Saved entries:
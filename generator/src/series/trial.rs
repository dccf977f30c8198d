//! Small models for the tests of the series, and the published values they are
//! held against.

use std::rc::Rc;

use nalgebra::DMatrix;

use super::{Level, level};
use crate::diagnostic::Result;
use crate::model::{C64, HIGHEST_POWER, Model};
use crate::pencil::{Hermitian, Scalar, State};

/// `H(x) = sum_k x^k H_k`, given as dense matrices, operating point 0.
pub(super) struct Trial<T: Scalar> {
    powers: Vec<Hermitian<T>>,
    parity: Option<String>,
    scale: f64,
    width: Option<f64>,
}

impl<T: Scalar> Trial<T> {
    pub(super) fn new(matrices: Vec<DMatrix<T>>) -> Self {
        let order = matrices[0].nrows();
        let (low, high) = Hermitian::Dense(matrices[0].clone()).bounds();
        let mut powers: Vec<Hermitian<T>> = matrices.into_iter().map(Hermitian::Dense).collect();
        powers.resize(HIGHEST_POWER + 1, Hermitian::Zero(order));
        Self { powers, parity: None, scale: 1e-12 * (high - low), width: None }
    }

    pub(super) fn even(mut self) -> Self {
        self.parity = Some("for the test".into());
        self
    }

    /// Sine basis of a centred well of this width.
    pub(super) fn wide(mut self, width: f64) -> Self {
        self.width = Some(width);
        self
    }

    pub(super) fn shared(self) -> Rc<dyn Model<T>>
    where
        Self: Model<T> + 'static,
    {
        Rc::new(self)
    }

    fn sum(&self, weights: &[f64]) -> Hermitian<T> {
        let order = self.powers[0].order();
        let mut out = DMatrix::zeros(order, order);
        for (weight, matrix) in weights.iter().zip(&self.powers) {
            out += matrix.to_dense().scale(*weight);
        }
        Hermitian::Dense(out)
    }
}

impl<T: Scalar> Model<T> for Trial<T> {
    fn order(&self) -> usize {
        self.powers[0].order()
    }
    fn at(&self) -> f64 {
        0.0
    }
    fn expansion(&self, power: usize) -> &Hermitian<T> {
        &self.powers[power]
    }
    fn hamiltonian(&self, x: f64) -> Hermitian<T> {
        self.sum(&[1.0, x, x * x, x * x * x, x * x * x * x])
    }
    fn change(&self, x: f64) -> Hermitian<T> {
        self.sum(&[0.0, x, x * x, x * x * x, x * x * x * x])
    }
    fn slope(&self, x: f64) -> Hermitian<T> {
        Hermitian::Dense(
            self.powers[1].to_dense()
                + self.powers[2].to_dense().scale(2.0 * x)
                + self.powers[3].to_dense().scale(3.0 * x * x)
                + self.powers[4].to_dense().scale(4.0 * x * x * x),
        )
    }
    fn rates(&self, _: f64) -> [f64; HIGHEST_POWER] {
        std::array::from_fn(|power| self.powers[power + 1].half_spread())
    }
    fn parity(&self) -> Option<String> {
        self.parity.clone()
    }
    fn phase(&self, state: &State<T>) -> Option<T> {
        let first = state.iter().find(|x| x.modulus() > 1e-6)?;
        Some(first.conjugate().unscale(first.modulus()))
    }
    fn degeneracy_scale(&self) -> f64 {
        self.scale
    }
    fn envelope(&self, state: &State<T>, z: f64) -> Option<T> {
        let width = self.width?;
        let from_wall = z / width + 0.5;
        if !(0.0..=1.0).contains(&from_wall) {
            return Some(T::zero());
        }
        let sine =
            |k: usize| libm::sqrt(2.0 / width) * libm::sin((k + 1) as f64 * std::f64::consts::PI * from_wall);
        Some(state.iter().enumerate().fold(T::zero(), |sum, (k, x)| sum + x.scale(sine(k))))
    }
    fn quadrature(&self) -> Option<Vec<(f64, f64)>> {
        let width = self.width?;
        // Trapezia integrate products of sines exactly.
        let n = 200;
        Some((0..=n).map(|k| (width * (k as f64 / n as f64 - 0.5), width / n as f64)).collect())
    }
}

/// Real matrix from rows.
pub(super) fn real(order: usize, element: impl Fn(usize, usize) -> f64) -> DMatrix<f64> {
    DMatrix::from_fn(order, order, element)
}

pub(super) fn of<T: Scalar>(matrices: Vec<DMatrix<T>>, number: usize) -> Result<Level<T>> {
    level(&Trial::new(matrices).shared(), number)
}

/// Hard-walled well of width 1, `hbar^2/m = 1`, field energy `x` from the centre, sine basis.
pub(super) fn well(order: usize) -> Vec<DMatrix<f64>> {
    let pi = std::f64::consts::PI;
    let kinetic = real(order, |i, j| if i == j { 0.5 * pi * pi * ((i + 1) * (i + 1)) as f64 } else { 0.0 });
    let position = real(order, |i, j| {
        let (k, n) = ((i + 1) as f64, (j + 1) as f64);
        if (i + j) % 2 == 0 { 0.0 } else { -8.0 / (pi * pi) * k * n / ((k * k - n * n) * (k * k - n * n)) }
    });
    vec![kinetic, position]
}

/// `-d^2/dz^2 + 2 q cos 2z` on a circle of `2 pi`: even charges -2n to 2n, one block.
pub(super) fn mathieu(half: usize, odd: bool) -> Vec<DMatrix<f64>> {
    let order = 2 * half + 1 + usize::from(odd);
    let charge = |i: usize| 2.0 * (i as f64 - half as f64) - if odd { 1.0 } else { 0.0 };
    let kinetic = real(order, |i, j| if i == j { charge(i) * charge(i) } else { 0.0 });
    let cosine = real(order, |i, j| if i.abs_diff(j) == 1 { 1.0 } else { 0.0 });
    vec![kinetic, cosine]
}

fn close(found: f64, expected: f64, relative: f64, what: &str) {
    assert!(
        (found - expected).abs() <= relative * expected.abs().max(1e-300),
        "{what}: found {found:e}, expected {expected:e}"
    );
}

fn certain<T: Scalar>(level: &Level<T>, expected: &[f64]) {
    for (power, &value) in expected.iter().enumerate() {
        let error = (level.energies[power] - value).abs();
        assert!(
            error <= level.uncertainty[power],
            "E{power} = {:e}, expected {value:e}: error {error:e} above the stated {:e}",
            level.energies[power],
            level.uncertainty[power]
        );
        assert!(
            level.uncertainty[power] <= 1e-9 * level.largest_term[power].max(value.abs()).max(1e-3),
            "E{power}: the stated uncertainty {:e} is useless",
            level.uncertainty[power]
        );
    }
}

/// `(-1 - sqrt(1 + 4 x^2)) / 2` and its upper partner, expanded by hand.
#[test]
fn two_levels_follow_their_closed_form() {
    let h =
        || vec![real(2, |i, j| if i == 1 && j == 1 { -1.0 } else { 0.0 }), real(2, |i, j| f64::from(i != j))];
    certain(&of(h(), 1).unwrap(), &[-1.0, 0.0, -1.0, 0.0, 1.0, 0.0]);
    certain(&of(h(), 2).unwrap(), &[0.0, 0.0, 1.0, 0.0, -1.0, 0.0]);
}

/// `E2 = (pi^2 n^2 - 15)/(24 pi^4 n^4)`; the mixing of level 2 into level 1 is
/// `32/(27 pi^4)` and its share of E2 is 0.99867535. Sum over states in the sine basis.
/// Source: Fluegge, *Practical Quantum Mechanics*; matrix elements by direct integration.
/// Tolerance: terms fall as k^-8, so 160 states leave 1e-15.
#[test]
fn hard_walled_well_has_its_textbook_shift() {
    let pi = std::f64::consts::PI;
    for n in 1..=4 {
        let level = level(&Trial::new(well(160)).even().shared(), n).unwrap();
        let size = (n * n) as f64;
        let expected = (pi * pi * size - 15.0) / (24.0 * pi * pi * pi * pi * size * size);
        close(level.energies[2], expected, 1e-12, "E2");
        assert_eq!(level.energies[1], 0.0);
        assert_eq!(level.energies[3], 0.0);
        assert!(level.zero[1].is_some() && level.zero[2].is_none());
        if n == 1 {
            assert_eq!(level.contributions[0].level, Some(2));
            close(level.contributions[0].share, 0.998_675_35, 1e-8, "share of level 2");
            assert_eq!(level.contributions.len(), 1);
            // The attractive side has the sign of -x: level 2 mixes in with -<2|x|1>/(E2 - E1) > 0.
            close(level.mixing[0].coefficient, 32.0 / (27.0 * pi * pi * pi * pi), 1e-12, "mixing");
            assert_eq!(level.levels.len(), 12);
        }
    }
}

/// `p^2/2 + x^2/2 + g x^4`: E = 1/2 + 3/4 g - 21/8 g^2 + 333/16 g^3 - 30885/128 g^4 + 916731/256 g^5.
/// Source: Bender and Wu, Phys. Rev. 184, 1231 (1969). The matrix of 40 number states holds
/// every term up to the fifth order exactly.
#[test]
fn quartic_oscillator_has_the_published_rationals() {
    let n = 44;
    let x = real(n, |i, j| if i.abs_diff(j) == 1 { libm::sqrt(i.max(j) as f64 / 2.0) } else { 0.0 });
    let quartic = &x * &x * &x * &x;
    let cut = quartic.view((0, 0), (40, 40)).into_owned();
    let free = real(40, |i, j| if i == j { i as f64 + 0.5 } else { 0.0 });
    let level = of(vec![free, cut], 1).unwrap();
    let expected = [0.5, 0.75, -21.0 / 8.0, 333.0 / 16.0, -30885.0 / 128.0, 916_731.0 / 256.0];
    for (power, value) in expected.into_iter().enumerate() {
        close(level.energies[power], value, 1e-12, "coefficient");
    }
    certain(&level, &expected);
}

/// Transverse field on a spin 1: levels 0 (D - sqrt(D^2 + 4b^2))/2, D, (D + sqrt(D^2 + 4b^2))/2;
/// the upper two are degenerate and split at second order. Closed form.
#[test]
fn spin_one_splits_at_second_order() {
    let half = libm::sqrt(0.5);
    let h = || {
        vec![
            real(3, |i, j| if i == j && i != 1 { 2.0 } else { 0.0 }),
            real(3, |i, j| if i.abs_diff(j) == 1 { half } else { 0.0 }),
        ]
    };
    certain(&of(h(), 1).unwrap(), &[0.0, 0.0, -0.5, 0.0, 0.125, 0.0]);
    certain(&of(h(), 2).unwrap(), &[2.0, 0.0, 0.0, 0.0, 0.0, 0.0]);
    let top = level(&Trial::new(h()).even().shared(), 3).unwrap();
    certain(&top, &[2.0, 0.0, 0.5, 0.0, -0.125, 0.0]);
    assert_eq!(top.energies[1], 0.0);
    assert_eq!(top.set, vec![2, 3]);
    assert!(top.zero[3].is_some());
}

/// `a_m`, `b_m` of Mathieu's equation. Source: NIST DLMF 28.6.1 to 28.6.6. The
/// pairs are degenerate at q = 0 and split at order m.
#[test]
fn mathieu_pairs_split_at_their_order() {
    let even: [[f64; 6]; 5] = [
        [0.0, 0.0, -0.5, 0.0, 7.0 / 128.0, 0.0],
        [4.0, 0.0, -1.0 / 12.0, 0.0, 5.0 / 13824.0, 0.0],
        [4.0, 0.0, 5.0 / 12.0, 0.0, -763.0 / 13824.0, 0.0],
        [16.0, 0.0, 1.0 / 30.0, 0.0, -317.0 / 864_000.0, 0.0],
        [16.0, 0.0, 1.0 / 30.0, 0.0, 433.0 / 864_000.0, 0.0],
    ];
    for (idx, expected) in even.iter().enumerate() {
        certain(&of(mathieu(8, false), idx + 1).unwrap(), expected);
    }
    let odd: [[f64; 6]; 4] = [
        [1.0, -1.0, -0.125, 1.0 / 64.0, -1.0 / 1536.0, -11.0 / 36864.0],
        [1.0, 1.0, -0.125, -1.0 / 64.0, -1.0 / 1536.0, 11.0 / 36864.0],
        [9.0, 0.0, 1.0 / 16.0, -1.0 / 64.0, 13.0 / 20480.0, 5.0 / 16384.0],
        [9.0, 0.0, 1.0 / 16.0, 1.0 / 64.0, 13.0 / 20480.0, -5.0 / 16384.0],
    ];
    for (idx, expected) in odd.iter().enumerate() {
        certain(&of(mathieu(8, true), idx + 1).unwrap(), expected);
    }
    // b6 and a6 part at the sixth power only: degenerate as far as the series is known.
    let sixth = of(mathieu(8, false), 6).unwrap();
    close(sixth.energies[2], 1.0 / 70.0, 1e-12, "m = 6");
    assert!(sixth.notes.iter().any(|note| note.code == "degenerate"));
}

/// A complex matrix gives what the real one of the same problem gives: phases
/// on the basis change nothing.
#[test]
fn phases_of_the_basis_change_nothing() {
    let turn = |matrix: DMatrix<f64>| {
        let phase = |i: usize| C64::new(libm::cos(0.7 * i as f64), libm::sin(0.7 * i as f64));
        DMatrix::from_fn(matrix.nrows(), matrix.ncols(), |i, j| phase(i) * phase(j).conj() * matrix[(i, j)])
    };
    let level = of(mathieu(6, true).into_iter().map(turn).collect(), 1).unwrap();
    certain(&level, &[1.0, -1.0, -0.125, 1.0 / 64.0, -1.0 / 1536.0, -11.0 / 36864.0]);
}

/// Two states 1e-10 of the spread apart are neither degenerate nor safely apart.
#[test]
fn a_doubtful_gap_is_refused() {
    let h = vec![
        DMatrix::from_diagonal(&nalgebra::DVector::from_vec(vec![0.0, 1e-10, 1.0])),
        real(3, |i, j| f64::from(i != j)),
    ];
    let error = of(h, 1).err().unwrap();
    assert_eq!(error.diagnostics()[0].code, "near-degenerate");
    assert_eq!(of(well(5), 6).err().unwrap().diagnostics()[0].code, "no-such-level");
}

/// A flat charge level, EJ/EC = 30 at charge offset 1/8: E2 cancels to a millionth of its terms and
/// is still right to what is stated. Reference: sum over all states of the same 41-state matrix
/// with mpmath at 40 digits.
#[test]
fn a_flat_level_is_right_to_its_stated_uncertainty() {
    let (order, offset, ej) = (41, 0.125, 30.0);
    let charge = |i: usize| i as f64 - 20.0 - offset;
    let h = vec![
        real(order, |i, j| match i.abs_diff(j) {
            0 => 4.0 * charge(i) * charge(i),
            1 => -0.5 * ej,
            _ => 0.0,
        }),
        real(order, |i, j| if i == j { -8.0 * charge(i) } else { 0.0 }),
        real(order, |i, j| if i == j { 4.0 } else { 0.0 }),
    ];
    let level = of(h, 1).unwrap();
    let (first, second) = FLAT;
    let errors = [(level.energies[1] - first).abs(), (level.energies[2] - second).abs()];
    assert!(errors[0] <= level.uncertainty[1], "E1: {:e} above {:e}", errors[0], level.uncertainty[1]);
    assert!(errors[1] <= level.uncertainty[2], "E2: {:e} above {:e}", errors[1], level.uncertainty[2]);
    assert!(level.uncertainty[2] < 1e-6 * second.abs(), "{:e}", level.uncertainty[2]);
    assert!(level.notes.iter().any(|note| note.code == "cancellation"));
}

/// E1 and E2 of the level above.
const FLAT: (f64, f64) = (7.611365891768468e-05, 0.00023911989842472002);

/// Three-fold sets that split at first order, at second order, and at both. Reference: eigenvalues
/// of the same matrices at 16 small controls with mpmath at 90 digits, interpolated.
#[test]
fn threefold_sets_split_as_interpolated_at_ninety_digits() {
    for (case, expected) in SPLIT.iter().enumerate() {
        let entry = |i: usize, j: usize, seed: usize| {
            let (a, b) = (i.min(j), i.max(j));
            (((7 * a * a + 5 * b + 3 * a * b + seed) % 11) as f64 - 5.0) / 10.0
        };
        let free = real(6, |i, j| if i == j && i > 2 { (i - 2) as f64 } else { 0.0 });
        let first = real(6, |i, j| match (case, i < 3 && j < 3) {
            (1, true) => 0.0,
            (2, true) if i == j => [0.5, 0.5, -1.0][i],
            (2, true) => 0.0,
            _ => entry(i, j, 1),
        });
        let second = real(6, |i, j| entry(i, j, 4));
        for (idx, series) in expected.iter().enumerate() {
            certain(&of(vec![free.clone(), first.clone(), second.clone()], idx + 1).unwrap(), series);
        }
    }
}

/// E0 to E4 per case and level.
#[rustfmt::skip]
#[allow(clippy::excessive_precision)]
const SPLIT: [[[f64; 5]; 3]; 3] = [
    [
        [0.0, -0.6891828212585462, -0.21897782321426143, -0.23064262806768704, 0.14774861872676587],
        [0.0, -0.14616242657189582, -0.1591006503055479, 0.4113971057044356, -0.517951294074389],
        [0.0, 0.6353452478304421, 0.6030784735198094, 0.05835663347436257, -0.28417926909682134],
    ],
    [
        [0.0, 0.0, -0.491619434066486, 0.34590100598318857, -0.22649889716552973],
        [0.0, 0.0, 0.11244699238735849, -0.24206364960353982, -0.3370448958462576],
        [0.0, 0.0, 0.6041724416791275, 0.03849597695368457, -0.11793537365487936],
    ],
    [
        [0.0, -1.0, 0.4266666666666667, -0.3487037037037037, -0.29809798353909467],
        [0.0, 0.5, -0.4702031043999134, 0.3312034583991354, -0.0022454919115433712],
        [0.0, 0.5, 0.26853643773324676, 0.05191691197123495, 0.009940697672860243],
    ],
];

/// Beyond the order that is solved whole, closure encloses the part of the states that are not
/// computed: the same well in 640 sine states. Source and tolerance as for the smaller one.
#[test]
fn a_large_basis_is_checked_by_closure() {
    let level = level(&Trial::new(well(640)).even().shared(), 2).unwrap();
    let pi = std::f64::consts::PI;
    let expected = (4.0 * pi * pi - 15.0) / (24.0 * pi * pi * pi * pi * 16.0);
    close(level.energies[2], expected, 1e-11, "E2");
    assert!(level.uncertainty[2] < 1e-9 * expected, "{:e}", level.uncertainty[2]);
    assert_eq!(level.levels.len(), 12);
}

Task:
Reproduce, exactly as they stand in the data above, the lines from the one that holds "let position = real(order, |i, j|" to the one that holds "2n, one block.", inclusive.

Result for this task:
    let position = real(order, |i, j| {
        let (k, n) = ((i + 1) as f64, (j + 1) as f64);
        if (i + j) % 2 == 0 { 0.0 } else { -8.0 / (pi * pi) * k * n / ((k * k - n * n) * (k * k - n * n)) }
    });
    vec![kinetic, position]
}

/// `-d^2/dz^2 + 2 q cos 2z` on a circle of `2 pi`: even charges -2n to 2n, one block.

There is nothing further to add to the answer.